The pass laws represented one of apartheid South Africa’s most inhuman pieces of legislation that were designed to give the Afrikaaner regime unlimited time at the helm in the country’s political system. This was aided by a tailor-made police control system. 

The involvement of the police in all aspects of South African life was meant to fortify the apartheid system. 

“Around the police block the stream swirled against the dam of blue uniforms and the jerking flash lights, then slowly trickled through accompanied by shouts and curses. Lunchboxes, bundles, bags were being searched, papers examined.” (p66) 

The police block in itself is a restrictive measure, which also confirms the suspicion the system had in the population. These are people who are coming back from work and desirous of a rest so that they prepare for the next day.

Despite the fact that almost every citizen wants the oppressive pass law discarded, the system sees it as one of its numerous survival strategies. 

“In the Township the word had gone around for the surrender or destruction of all passes that day. The passes would be taken to the White man’s police station and dumped there.” (p101)

The people’s determination against an unjust law is evident here.

The apartheid system was determined to extend its life-span even if it meant at the expense of spilling innocent blood.

“Then for some reason or another, a policeman shot into the noise. The sound of the shot was almost lost in the chanting, the singing, the laughter.” (p104)

The characters slain in this moment of madness are not identified by name. 

There is the Washerwoman, the Outlaw, the Bicycle Messenger and the Child, among others. These become typical and represent some of the most common people in this society.
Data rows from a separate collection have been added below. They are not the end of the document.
def nominal(params: list[Parameter]) -> np.ndarray:
    """The nominal parameter vector (P,)."""
    return np.array([p.nominal for p in params])


# ---------------------------------------------------------------------------------------- the model


#: above this many unknowns the batched networks are solved sparse (block-diagonal LU); below it one
#: batched dense solve is faster (measured with benchmarks/bench_growth.py)
BATCH_SPARSE_ABOVE = 60


class _Stamps:
    """The modified-nodal conductance stamps of R resistor rows in a ``size`` × ``size`` matrix, held as
    the U distinct entries they touch (``pos``, flat indices) and the (R, U) map from conductances to
    those entries (±1): ``g @ stamps`` assembles the flat matrices (…, size²) of conductances g (…, R)
    in O(R·U) per sample instead of O(R·size²)."""

    __array_ufunc__ = None  # ndarray @ _Stamps defers to __rmatmul__

    def __init__(self, rows: list[tuple[int, int]], size: int) -> None:
        self.ab = np.array(rows, dtype=np.int64).reshape(-1, 2)  # (R, 2) node numbers, 0 the reference
        # the stamps as physics.network states them (the one statement, which mna_matrix assembles with)
        r, c, sign, branch = conductance_pattern(self.ab[:, 0], self.ab[:, 1])
        flat = r * size + c
        pos, first, slot = np.unique(flat, return_index=True, return_inverse=True)
        order = np.argsort(first, kind="stable")  # the entries in the order the stamps first touch them
        rank = np.empty_like(order)
        rank[order] = np.arange(len(order))
        self.size = size
        self.pos = pos[order]
        self.map = np.zeros((len(rows), len(pos)))
        np.add.at(self.map, (branch, rank[slot]), sign)
        self._map_t = None
        self._const: tuple | None = None  # the constant part last assembled, and its nonzero entries

    def entries(self, g: np.ndarray) -> np.ndarray:
        """The U stamped entries (..., U) of conductances g (..., R), through the map held sparse (each
        resistor touches at most four entries: O(R) per sample, where the dense (R, U) map is O(R·U))."""
        if self._map_t is None:
            from scipy.sparse import csr_matrix

            self._map_t = csr_matrix(self.map.T)
        flat = g.reshape(-1, g.shape[-1])
        return np.asarray((self._map_t @ flat.T).T).reshape((*g.shape[:-1], len(self.pos)))

    def matrix(self, g: np.ndarray, const: np.ndarray):
        """The sparse matrix (CSC) g · stamps + const of one sample's conductances g (R,)."""
        from scipy.sparse import csc_matrix

        size = self.size
        if self._const is None or self._const[0] is not const:
            ci, cj = np.nonzero(const)
            self._const = (const, ci, cj)
        _c, ci, cj = self._const
        vals = np.concatenate([self.entries(g[None])[0], const[ci, cj]])
        rows = np.concatenate([self.pos // size, ci])
        cols = np.concatenate([self.pos % size, cj])
        return csc_matrix((vals, (rows, cols)), shape=(size, size))

    def times(self, dg: np.ndarray, x: np.ndarray) -> np.ndarray:
        """(∂A/∂p) x for every p: dg (P, R) the conductances' derivatives, x (size,) -> (P, size). A
        resistor row (a, b) adds dg·(x_a − x_b) at a and its negative at b (the stamp times x), O(P·R)."""
        v = np.concatenate([[0.0], x])
        a, b = self.ab[:, 0], self.ab[:, 1]
        w = dg * (v[a] - v[b])  # (P, R)
        out = np.zeros((dg.shape[0], self.size + 1))
        np.add.at(out.T, a, w.T)
        np.add.at(out.T, b, -w.T)
        out[:, 0] = 0.0
        return out[:, 1:]

    def __rmatmul__(self, g: np.ndarray) -> np.ndarray:
        out = np.zeros((*g.shape[:-1], self.size * self.size))
        out[..., self.pos] = g @ self.map
        return out

    def solve_blocks(self, g: np.ndarray, const: np.ndarray, b: np.ndarray) -> np.ndarray:
        """x (N, size, k) of the N systems (g[s] · stamps + const) x = b[s] at once: one block-diagonal
        sparse matrix, one sparse LU (scipy.sparse.linalg.splu), one solve of every right-hand side."""
        from scipy.sparse import csc_matrix
        from scipy.sparse.linalg import splu

        n, size = g.shape[0], self.size
        ci, cj = np.nonzero(const)
        vals = np.concatenate([self.entries(g), np.broadcast_to(const[ci, cj], (n, len(ci)))], axis=1)
        r0 = np.concatenate([self.pos // size, ci])
        c0 = np.concatenate([self.pos % size, cj])
        off = (np.arange(n) * size)[:, None]
        m = csc_matrix(
            (vals.ravel(), ((r0[None, :] + off).ravel(), (c0[None, :] + off).ravel())), shape=(n * size, n * size)
        )
        x = splu(m, permc_spec=PERMC_SPEC).solve(np.ascontiguousarray(b.reshape(n * size, -1)))
        return x.reshape(n, size, -1)
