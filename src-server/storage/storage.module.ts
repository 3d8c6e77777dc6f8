import { Global, Module, OnApplicationBootstrap, Logger } from '@nestjs/common';
import { StorageService } from './storage.service';
import { StoredFiles } from './stored-files.service';
import { UploadLedger } from './upload-ledger.service';

@Global()
@Module({ providers: [StorageService, UploadLedger, StoredFiles], exports: [StorageService, UploadLedger, StoredFiles] })
export class StorageModule implements OnApplicationBootstrap {
  constructor(private readonly storage: StorageService) {}

  async onApplicationBootstrap(): Promise<void> {
    // The bucket is created at start; a missing object store is reported by /api/health, not fatal.
    await this.storage.ensureBucket().catch((error: Error) => new Logger('Storage').warn(`bucket not ready: ${error.message}`));
  }
}
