/** Every VITE_* setting the client reads, in one place. */
export const clientConfig = {
  apiBase: import.meta.env.VITE_API_BASE ?? '/api',
  appName: 'Bandwright',
} as const;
Their deaths are pathetic but descriptions of their demise remain vivid.

The Washerwoman’s “femoral arteries in the comfortable thighs had been torn through” while the Child “lay on her face and there seemed hardly a mark on her except when she was turned over and they saw the exit hole the heavy slug had made on her meagre chest”. 

The Bicycle Messenger “sprawled jointlessly over his fallen cycle which he had refused to abandon in flight, his flesh burst open, his spine shattered and his splintered ribs thrust into heart and lungs”. (p105) 
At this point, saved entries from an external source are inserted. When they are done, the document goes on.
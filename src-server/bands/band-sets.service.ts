import { Injectable } from '@nestjs/common';
import { InjectDataSource } from '@nestjs/typeorm';
import { DataSource, EntityManager, In, Not } from 'typeorm';
import { transactionWithRetry } from '../common/transaction-retry';
import { DomainError, NotFoundError, ValidationFailedError, VersionConflictError } from '../common/domain-error';
import type { AuthUser } from '../common/auth.decorators';
import { AuditService } from '../audit/audit.service';
import { Band } from './band.entity';
import { BandSet, BandSetMember } from './band-set.entity';
import type { BandSetDto, CreateBandSetDto, UpdateBandSetDto } from './dto/band-set.dto';

function toBandSetDto(set: BandSet): BandSetDto {
  const members = [...(set.members ?? [])].sort((a, b) => a.position - b.position);
  return {
    id: set.id,
    name: set.name,
    description: set.description,
    bandIds: members.map((m) => m.bandId),
    bands: members.map((m) => ({ id: m.band.id, technology: m.band.technology, designation: m.band.designation, name: m.band.name })),
    version: set.version,
    updatedAt: set.updatedAt.toISOString(),
  };
}

@Injectable()
export class BandSetsService {
  constructor(
    @InjectDataSource() private readonly dataSource: DataSource,
    private readonly audit: AuditService,
  ) {}

  async list(): Promise<BandSetDto[]> {
    const sets = await this.dataSource.getRepository(BandSet).find({ relations: { members: { band: true } }, order: { name: 'ASC' } });
    return sets.map(toBandSetDto);
  }

  async get(id: number, manager: EntityManager = this.dataSource.manager): Promise<BandSetDto> {
    const set = await manager.findOne(BandSet, { where: { id }, relations: { members: { band: true } } });
    if (!set) throw new NotFoundError('band set', id);
    return toBandSetDto(set);
  }

  async create(input: CreateBandSetDto, actor: AuthUser): Promise<BandSetDto> {
    return transactionWithRetry(this.dataSource, async (manager) => {
      await this.assertNameFree(manager, input.name);
      await this.assertBandsExist(manager, input.bandIds);
      const inserted = await manager.insert(BandSet, { name: input.name, description: input.description });
      const id = Number(inserted.identifiers[0].id);
      await this.writeMembers(manager, id, input.bandIds);
      await this.audit.record(manager, { entityType: 'band-set', entityId: id, action: 'created', userId: actor.id, changes: { ...input } });
      return this.get(id, manager);
    });
  }

  async update(id: number, input: UpdateBandSetDto, actor: AuthUser): Promise<BandSetDto> {
    return transactionWithRetry(this.dataSource, async (manager) => {
      await this.lockBandSet(manager, id, input.version);
      const before = await manager.findOneOrFail(BandSet, { where: { id }, relations: { members: { band: true } } });
      const old = toBandSetDto(before);
      if (input.name !== undefined && input.name !== before.name) await this.assertNameFree(manager, input.name, id);
      const changes: Record<string, [unknown, unknown]> = {};
      const fields: Partial<BandSet> = {};
      if (input.name !== undefined && input.name !== old.name) {
        fields.name = input.name;
        changes.name = [old.name, input.name];
      }
      if (input.description !== undefined && input.description !== old.description) {
        fields.description = input.description;
        changes.description = [old.description, input.description];
      }
      if (input.bandIds && JSON.stringify(input.bandIds) !== JSON.stringify(old.bandIds)) {
        await this.assertBandsExist(manager, input.bandIds);
        await manager.delete(BandSetMember, { bandSetId: id });
        await this.writeMembers(manager, id, input.bandIds);
        changes.bandIds = [old.bandIds, input.bandIds];
      }
      if (Object.keys(changes).length) {
        await manager.update(BandSet, { id }, { ...fields, version: before.version + 1 });
        await this.audit.record(manager, { entityType: 'band-set', entityId: id, action: 'updated', userId: actor.id, changes });
      }
      return this.get(id, manager);
    });
  }

  async remove(id: number, version: number | undefined, actor: AuthUser): Promise<void> {
    await this.dataSource.transaction(async (manager) => {
      await this.lockBandSet(manager, id, version);
      const set = await this.get(id, manager);
      await manager.delete(BandSet, { id });
      await this.audit.record(manager, {
        entityType: 'band-set',
        entityId: id,
        action: 'deleted',
        userId: actor.id,
        changes: { name: set.name, bandIds: set.bandIds },
      });
    });
  }

  /** Locks the row first; MariaDB has no FOR UPDATE OF, so callers load relations in a second query. */
  private async lockBandSet(manager: EntityManager, id: number, expectedVersion: number | undefined): Promise<BandSet> {
    const set = await manager.findOne(BandSet, { where: { id }, lock: { mode: 'pessimistic_write' } });
    if (!set) throw new NotFoundError('band set', id);
    if (expectedVersion !== undefined && expectedVersion !== set.version) throw new VersionConflictError('band set', id, expectedVersion, set.version);
    return set;
  }

  private async writeMembers(manager: EntityManager, bandSetId: number, bandIds: number[]): Promise<void> {
    await manager.insert(
      BandSetMember,
      bandIds.map((bandId, position) => ({ bandSetId, bandId, position })),
    );
  }

  private async assertNameFree(manager: EntityManager, name: string, exceptId?: number): Promise<void> {
    if (await manager.existsBy(BandSet, { name, ...(exceptId ? { id: Not(exceptId) } : {}) })) {
      throw new DomainError('BAND_SET_NAME_TAKEN', `A band set named "${name}" already exists`, 409, { field: 'name' });
    }
  }

  private async assertBandsExist(manager: EntityManager, bandIds: number[]): Promise<void> {
    const known = new Set((await manager.find(Band, { select: { id: true }, where: { id: In(bandIds) } })).map((b) => b.id));
    const seen = new Set<number>();
    const problems = bandIds.flatMap((bandId, i) => {
      if (!known.has(bandId)) return [{ field: `bandIds.${i}`, message: `band ${bandId} is not in the band library` }];
      if (seen.has(bandId)) return [{ field: `bandIds.${i}`, message: `band ${bandId} is listed twice` }];
      seen.add(bandId);
      return [];
    });
    if (problems.length) throw new ValidationFailedError(problems);
  }
}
So brutal were the police that they had used live ammunition at defenceless civilians. At the end of the book, there is a lot of optimism the struggle will thrive. 

La Guma was born in Cape Town in 1925 to parents who were very active in political and labour issues. 

As a result, he grew up aware of the political and socio-economic contradictions of his society. 

He was harassed repeatedly by South Africa’s apartheid government and was forced to emigrate to England in 1966. La Guma died in Cuba on October 11, 1985.

Nothing lasts forever. Apartheid finally caved in, leading to the independence of South Africa in 1994. It is a pity La Guma and several of his departed colleagues did not live to see their country’s independence. 

However, there is a stunning resemblance between La Guma and the major character, Beukes and this is the reason why the book has been widely referred to as an autobiography.

For most readers, In the Fog of the Season’s End is indeed a treasure one would aspire to personally have on their bookshelf.